If she is allowed to stay, can she enforce a claim to have the stairs repaired under the terms of the accommodation agreement?
Issue
Mary is in a tenancy agreement or arrangement with Mr and Mrs Smith. Mary is employees by the smiths as a housekeeper and is given a stable block which is part of the employment package. She pays rents and meets other obligation to the rented space. In the course of her stay, a staircase becomes defective and asks request Mr Smith for it to be repaired. Mr Smith agrees to repair it but keep on forgetting till his death. Therefore, the question arises if her daughter who takes control of the property can be legally compelled to repair the staircase.
Rule
Legally, the landlord has the duty to make repairs and maintenances of their property (Garner and Firth, 2010). It is the responsibility of the landlord to ensure that his tenants live in a habitable property and thus they need to make regular repairs and maintenances.
Analysis
Landlords need to ensure that their property observes the building codes to ensure that they are habitable. This rule means that the landlord needs to correct defects within their premises but conducting repairs and maintenances. The landlord has a duty to ensure that general building safety is enhanced, plumbing inspections, electrical inspections and fire inspections. Additionally, the repairs and maintenances within the property need to be reasonable and are those on the landlord side. This approach ensures that tenants are comfortable and safe in the landlord property as it is appropriately habitable
Conclusion
It is appropriate for Mary to enforce the repair and maintenances of the staircase as it lies within the duties and obligations of the landlord. The tenant needs to live in a habitable environment where basic amenities are in supply and their safety is prioritized. The fact that the defective staircase has made her shift rooms means that the environment is not habitable. Additionally, Mr Smith was committed to making repairs before he died and thus his daughter who runs the property should follow suit. Therefore, it is the right of Mary as a tenant to have the staircase repaired to its proper shape.
Conclusion
Lease and license agreements give different rights and obligations to both the tenant and the landlord. Therefore, tenants and landlord need to establish if they are in a license or lease agreement to know their rights and agreements in the contract. In this regard, Mary had entered into a lease agreement with the Smiths as she had exclusive rights over the property as long as she maintained the set conditions. Consequently, Mary has a right to claim the estoppel proprietary after the death of the smith as their daughter was misrepresenting facts and disregarding the earlier made agreement. Finally, Mary has a right to have the staircase repaired as it is the duty and responsibility of the landlord to ensure his premises is habitable.

References
Bogusz, B., & Sexton, R. (2019). Complete Land Law: Text, Cases, and Materials. Complete.

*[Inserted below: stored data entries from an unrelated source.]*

import { Logo } from '@/components/shell/logo';
import { DeskNav, type NavItem } from '@/components/shell/desk-nav';
import { SignOutButton } from '@/components/shell/sign-out-button';
import { requirePageUser } from '@/lib/auth/session';
import { DESK_ROLES, label } from '@/lib/domain/vocabulary';
import { REVIEW_COUNT_URL } from '@/lib/review/queue';

export const dynamic = 'force-dynamic';

const OFFICE_ITEMS: NavItem[] = [
  { href: '/jobs', label: 'Jobs' },
  { href: '/repairs', label: 'Repairs' },
  { href: '/customers', label: 'Customers' },
  { href: '/sites', label: 'Sites' },
  { href: '/schedule', label: 'Schedule' },
  { href: '/reviews', label: 'Review', countUrl: REVIEW_COUNT_URL },
  { href: '/invoices', label: 'Invoices' },
];
const ADMIN_ITEMS: NavItem[] = [{ href: '/admin', label: 'Company' }];

/** Desk mode: dense screens for the office. The layout's check is for navigation only; every page and handler checks again. */
export default async function DeskLayout({ children }: { children: React.ReactNode }) {
  const user = await requirePageUser(DESK_ROLES);
  const items = user.role === 'admin' ? [...OFFICE_ITEMS, ...ADMIN_ITEMS] : OFFICE_ITEMS;
  return (
    <div className="flex min-h-screen">
      <aside className="flex w-56 shrink-0 flex-col bg-slate-900 p-4 text-white">
        <div className="mb-6 flex items-center gap-2 text-brand-100">
          <Logo />
          <span className="text-lg font-bold text-white">Setline</span>
        </div>
        <DeskNav items={items} />
        <div className="mt-auto border-t border-slate-700 pt-4 text-sm">
          <p className="font-medium" data-testid="user-name">{user.name}</p>
          <p className="text-slate-400">{label(user.role)}</p>
          <SignOutButton className="mt-2 text-slate-200 underline hover:text-white" />
        </div>
      </aside>
      <div className="min-w-0 flex-1 p-6">{children}</div>
    </div>
  );
}
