import 'server-only';
import pg from 'pg';
import { env } from '@/lib/env';
import { LIVE_CHANNEL, type LiveNotice } from '@/lib/data/live';

// One LISTEN connection per server process, shared by every live stream the process serves. It is a
// dedicated pg Client (a pooled connection would be handed back and lose its LISTEN). When the connection
// drops it reconnects with backoff, then tells every subscriber to replay from the log what it may have
// missed meanwhile. Each app server listens for itself, so a tap stored through one reaches streams on all.

export type LiveSubscriber = {
  onNotice: (notice: LiveNotice) => void;
  /** The listener was reconnected: notices may have been missed, replay from the log. */
  onResync: () => void;
};

const RECONNECT_MIN_MS = 500;
const RECONNECT_MAX_MS = 15_000;

export class LiveHub {
  private client: pg.Client | null = null;
  private connecting: Promise<void> | null = null;
  private subscribers = new Set<LiveSubscriber>();
  private retryMs = RECONNECT_MIN_MS;
  private retryTimer: ReturnType<typeof setTimeout> | null = null;
  private everConnected = false;
  private closed = false;

  constructor(private readonly connectionString: () => string) {}

  /** Adds a stream; resolves once the process is listening, so nothing committed after this is missed. */
  async subscribe(subscriber: LiveSubscriber): Promise<() => void> {
    this.subscribers.add(subscriber);
    const unsubscribe = () => {
      this.subscribers.delete(subscriber);
    };
    try {
      await this.ready();
    } catch (error) {
      unsubscribe();
      throw error;
    }
    return unsubscribe;
  }

  get size() {
    return this.subscribers.size;
  }

  /** Connected and listening (connects on first use). */
  ready(): Promise<void> {
    if (this.client) return Promise.resolve();
    this.connecting ??= this.connect().finally(() => {
      this.connecting = null;
    });
    return this.connecting;
  }

  /** Stops listening for good (tests; a second hub standing for a second app server). */
  async close(): Promise<void> {
    this.closed = true;
    if (this.retryTimer) clearTimeout(this.retryTimer);
    const client = this.client;
    this.client = null;
    this.subscribers.clear();
    await client?.end().catch(() => undefined);
  }

  private async connect(): Promise<void> {
    if (this.closed) throw new Error('The live hub is closed.');
    const client = new pg.Client({ connectionString: this.connectionString(), application_name: 'setline-live' });
    client.on('notification', (message) => {
      if (message.channel !== LIVE_CHANNEL || !message.payload) return;
      const notice = parseNotice(message.payload);
      if (!notice) return;
      for (const subscriber of [...this.subscribers]) {
        try {
          subscriber.onNotice(notice);
        } catch (error) {
          console.error('[live] a stream failed to take a notice', error);
        }
      }
    });
    const lost = (error?: Error) => {
      if (this.client !== client) return;
      this.client = null;
      console.warn('[live] listener connection lost', error?.message ?? '');
      client.end().catch(() => undefined);
      this.scheduleReconnect();
    };
    client.on('error', lost);
    client.on('end', () => lost());
    try {
      await client.connect();
      await client.query(`LISTEN ${LIVE_CHANNEL}`);
    } catch (error) {
      client.removeAllListeners();
      await client.end().catch(() => undefined);
      throw error;
    }
    this.client = client;
    this.retryMs = RECONNECT_MIN_MS;
    const resync = this.everConnected;
    this.everConnected = true;
    if (resync) for (const subscriber of [...this.subscribers]) subscriber.onResync();
  }

  private scheduleReconnect() {
    if (this.closed || this.retryTimer || this.subscribers.size === 0) return;
    const wait = this.retryMs;
    this.retryMs = Math.min(this.retryMs * 2, RECONNECT_MAX_MS);
    this.retryTimer = setTimeout(() => {
      this.retryTimer = null;
      this.ready().catch((error: Error) => {
        console.warn('[live] reconnect failed', error.message);
        this.scheduleReconnect();
      });
    }, wait);
    this.retryTimer.unref?.();
  }
}

/** A notice as sent by notifyTap; null for anything else on the channel. */
export function parseNotice(payload: string): LiveNotice | null {
  try {
    const raw = JSON.parse(payload) as Record<string, unknown>;
    if (typeof raw.seq !== 'string' || typeof raw.installId !== 'string' || typeof raw.companyId !== 'string')
      return null;
    const crewIds = Array.isArray(raw.crewIds) ? raw.crewIds.filter((id): id is string => typeof id === 'string') : [];
    return {
      ...(raw as LiveNotice),
      crewIds,
      deviceTime: new Date(String(raw.deviceTime)).toISOString(),
      receivedAt: new Date(String(raw.receivedAt)).toISOString(),
    };
  } catch {
    return null;
  }
}

// One hub per process, kept on globalThis so dev hot reloads do not open a second listener.
const globalForHub = globalThis as unknown as { setlineLiveHub?: LiveHub };

export function liveHub(): LiveHub {
  globalForHub.setlineLiveHub ??= new LiveHub(() => env().DATABASE_URL);
  return globalForHub.setlineLiveHub;
}

/** Stops this process's listener and forgets it (the next stream starts a new one): tests and shutdown. */
export async function closeLiveHub(): Promise<void> {
  const hub = globalForHub.setlineLiveHub;
  globalForHub.setlineLiveHub = undefined;
  await hub?.close();
}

Bright, S. (2006). Street v Mountford Revisited. Susan Bright, LANDLORD AND TENANT LAW: PAST, PRESENT, AND FUTURE, Hart Publishing.
Baker, S. (2019). To Lease or License: That Is the Question. Ct. Uncourt, 6, 2.
Bright, S., & McFARLANE, B. E. N. (2005). Proprietary estoppel and property rights. The Cambridge Law Journal, 64(2), 449-480.
Crosby, N., Gibson, V., & Murdoch, S. (2003). UK commercial property lease structures: landlord and tenant mismatch. Urban Studies, 40(8), 1487-1516.
Garner, S., & Frith, A. (2010). A practical approach to landlord and tenant. Oxford University Press.